Try it:
Below are some records; quote exactly the lines from the one that contains "[], assumptions: []" through the one that contains "eyeS, ...(skinS === undefined", inclusive, and no others.

═══

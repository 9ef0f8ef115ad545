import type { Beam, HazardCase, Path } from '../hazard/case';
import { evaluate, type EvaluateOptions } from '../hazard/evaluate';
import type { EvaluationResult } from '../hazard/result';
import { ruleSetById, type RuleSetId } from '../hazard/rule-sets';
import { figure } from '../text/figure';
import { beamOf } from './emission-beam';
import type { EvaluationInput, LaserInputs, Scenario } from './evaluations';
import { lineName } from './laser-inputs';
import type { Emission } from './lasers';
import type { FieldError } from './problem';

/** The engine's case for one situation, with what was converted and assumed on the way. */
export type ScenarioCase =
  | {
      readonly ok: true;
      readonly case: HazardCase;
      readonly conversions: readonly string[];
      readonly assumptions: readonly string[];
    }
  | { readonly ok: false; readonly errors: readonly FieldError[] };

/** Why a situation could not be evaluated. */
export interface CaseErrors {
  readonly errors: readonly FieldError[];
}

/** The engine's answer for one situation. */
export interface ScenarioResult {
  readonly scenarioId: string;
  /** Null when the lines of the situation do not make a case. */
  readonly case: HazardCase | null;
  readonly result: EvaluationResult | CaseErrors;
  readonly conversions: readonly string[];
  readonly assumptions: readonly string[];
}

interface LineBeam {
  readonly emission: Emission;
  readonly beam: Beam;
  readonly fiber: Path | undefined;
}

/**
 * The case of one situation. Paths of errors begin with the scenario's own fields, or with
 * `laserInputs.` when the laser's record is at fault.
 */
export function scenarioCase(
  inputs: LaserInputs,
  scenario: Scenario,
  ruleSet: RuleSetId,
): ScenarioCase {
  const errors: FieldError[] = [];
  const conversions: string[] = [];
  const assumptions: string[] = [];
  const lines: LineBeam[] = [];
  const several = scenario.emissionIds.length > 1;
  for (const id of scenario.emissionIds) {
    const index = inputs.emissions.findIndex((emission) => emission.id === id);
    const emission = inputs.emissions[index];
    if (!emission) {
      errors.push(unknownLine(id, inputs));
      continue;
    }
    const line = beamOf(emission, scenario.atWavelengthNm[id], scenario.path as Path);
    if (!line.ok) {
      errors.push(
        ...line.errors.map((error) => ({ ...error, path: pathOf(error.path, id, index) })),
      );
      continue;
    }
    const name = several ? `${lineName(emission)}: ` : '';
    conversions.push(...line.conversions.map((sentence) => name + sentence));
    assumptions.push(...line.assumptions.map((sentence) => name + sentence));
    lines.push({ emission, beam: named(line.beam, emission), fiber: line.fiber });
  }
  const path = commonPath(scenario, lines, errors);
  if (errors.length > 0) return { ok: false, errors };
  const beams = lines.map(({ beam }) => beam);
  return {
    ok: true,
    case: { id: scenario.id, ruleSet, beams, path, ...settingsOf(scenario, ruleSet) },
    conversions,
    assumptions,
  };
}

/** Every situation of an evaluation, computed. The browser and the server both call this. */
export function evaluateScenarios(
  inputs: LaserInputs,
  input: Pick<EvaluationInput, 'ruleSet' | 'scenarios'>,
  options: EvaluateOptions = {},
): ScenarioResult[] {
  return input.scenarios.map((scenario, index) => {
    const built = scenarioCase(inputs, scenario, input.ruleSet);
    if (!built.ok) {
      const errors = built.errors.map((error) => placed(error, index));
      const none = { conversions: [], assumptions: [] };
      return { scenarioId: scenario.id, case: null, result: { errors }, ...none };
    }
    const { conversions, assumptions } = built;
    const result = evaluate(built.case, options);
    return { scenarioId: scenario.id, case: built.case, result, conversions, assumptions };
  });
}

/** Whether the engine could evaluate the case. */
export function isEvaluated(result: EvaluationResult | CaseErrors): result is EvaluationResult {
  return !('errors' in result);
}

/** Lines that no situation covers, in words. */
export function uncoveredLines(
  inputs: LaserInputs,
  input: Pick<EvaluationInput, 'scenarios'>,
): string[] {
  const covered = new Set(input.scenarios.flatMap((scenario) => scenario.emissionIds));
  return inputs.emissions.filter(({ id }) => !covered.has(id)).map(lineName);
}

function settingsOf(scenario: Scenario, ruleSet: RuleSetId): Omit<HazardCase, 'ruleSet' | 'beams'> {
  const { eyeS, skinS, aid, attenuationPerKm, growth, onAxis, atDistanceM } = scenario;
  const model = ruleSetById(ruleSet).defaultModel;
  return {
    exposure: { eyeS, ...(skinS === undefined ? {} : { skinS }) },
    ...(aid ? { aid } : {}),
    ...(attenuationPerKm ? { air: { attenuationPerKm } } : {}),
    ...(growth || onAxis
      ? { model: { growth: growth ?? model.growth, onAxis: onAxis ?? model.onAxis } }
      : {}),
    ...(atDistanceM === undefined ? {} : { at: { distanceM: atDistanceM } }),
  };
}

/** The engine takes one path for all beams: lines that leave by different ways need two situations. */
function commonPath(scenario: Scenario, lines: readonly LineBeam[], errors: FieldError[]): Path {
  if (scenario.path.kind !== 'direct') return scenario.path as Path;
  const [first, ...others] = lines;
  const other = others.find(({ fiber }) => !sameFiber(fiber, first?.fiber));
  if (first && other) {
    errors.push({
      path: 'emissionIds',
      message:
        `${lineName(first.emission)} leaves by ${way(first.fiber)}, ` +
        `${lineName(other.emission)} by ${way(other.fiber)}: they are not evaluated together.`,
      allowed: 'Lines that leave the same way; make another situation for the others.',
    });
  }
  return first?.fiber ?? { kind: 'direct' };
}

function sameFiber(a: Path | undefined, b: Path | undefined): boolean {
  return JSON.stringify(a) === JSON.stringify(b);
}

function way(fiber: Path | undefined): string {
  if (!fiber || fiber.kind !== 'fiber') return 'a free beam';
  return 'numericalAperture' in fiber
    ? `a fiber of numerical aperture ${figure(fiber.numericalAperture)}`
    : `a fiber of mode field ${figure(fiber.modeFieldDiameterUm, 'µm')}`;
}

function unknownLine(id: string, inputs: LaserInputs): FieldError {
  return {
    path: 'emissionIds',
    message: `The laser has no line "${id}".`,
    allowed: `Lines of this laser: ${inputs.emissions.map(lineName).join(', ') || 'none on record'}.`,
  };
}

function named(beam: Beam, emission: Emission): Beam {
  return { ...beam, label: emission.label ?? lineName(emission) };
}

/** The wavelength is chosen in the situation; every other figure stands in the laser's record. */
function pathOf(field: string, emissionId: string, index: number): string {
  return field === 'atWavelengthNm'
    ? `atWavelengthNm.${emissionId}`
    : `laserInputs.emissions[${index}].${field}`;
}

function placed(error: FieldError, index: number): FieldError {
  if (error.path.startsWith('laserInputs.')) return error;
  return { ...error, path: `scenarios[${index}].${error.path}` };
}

═══

Expected answer:
      const none = { conversions: [], assumptions: [] };
      return { scenarioId: scenario.id, case: null, result: { errors }, ...none };
    }
    const { conversions, assumptions } = built;
    const result = evaluate(built.case, options);
    return { scenarioId: scenario.id, case: built.case, result, conversions, assumptions };
  });
}

/** Whether the engine could evaluate the case. */
export function isEvaluated(result: EvaluationResult | CaseErrors): result is EvaluationResult {
  return !('errors' in result);
}

/** Lines that no situation covers, in words. */
export function uncoveredLines(
  inputs: LaserInputs,
  input: Pick<EvaluationInput, 'scenarios'>,
): string[] {
  const covered = new Set(input.scenarios.flatMap((scenario) => scenario.emissionIds));
  return inputs.emissions.filter(({ id }) => !covered.has(id)).map(lineName);
}

function settingsOf(scenario: Scenario, ruleSet: RuleSetId): Omit<HazardCase, 'ruleSet' | 'beams'> {
  const { eyeS, skinS, aid, attenuationPerKm, growth, onAxis, atDistanceM } = scenario;
  const model = ruleSetById(ruleSet).defaultModel;
  return {
    exposure: { eyeS, ...(skinS === undefined ? {} : { skinS }) },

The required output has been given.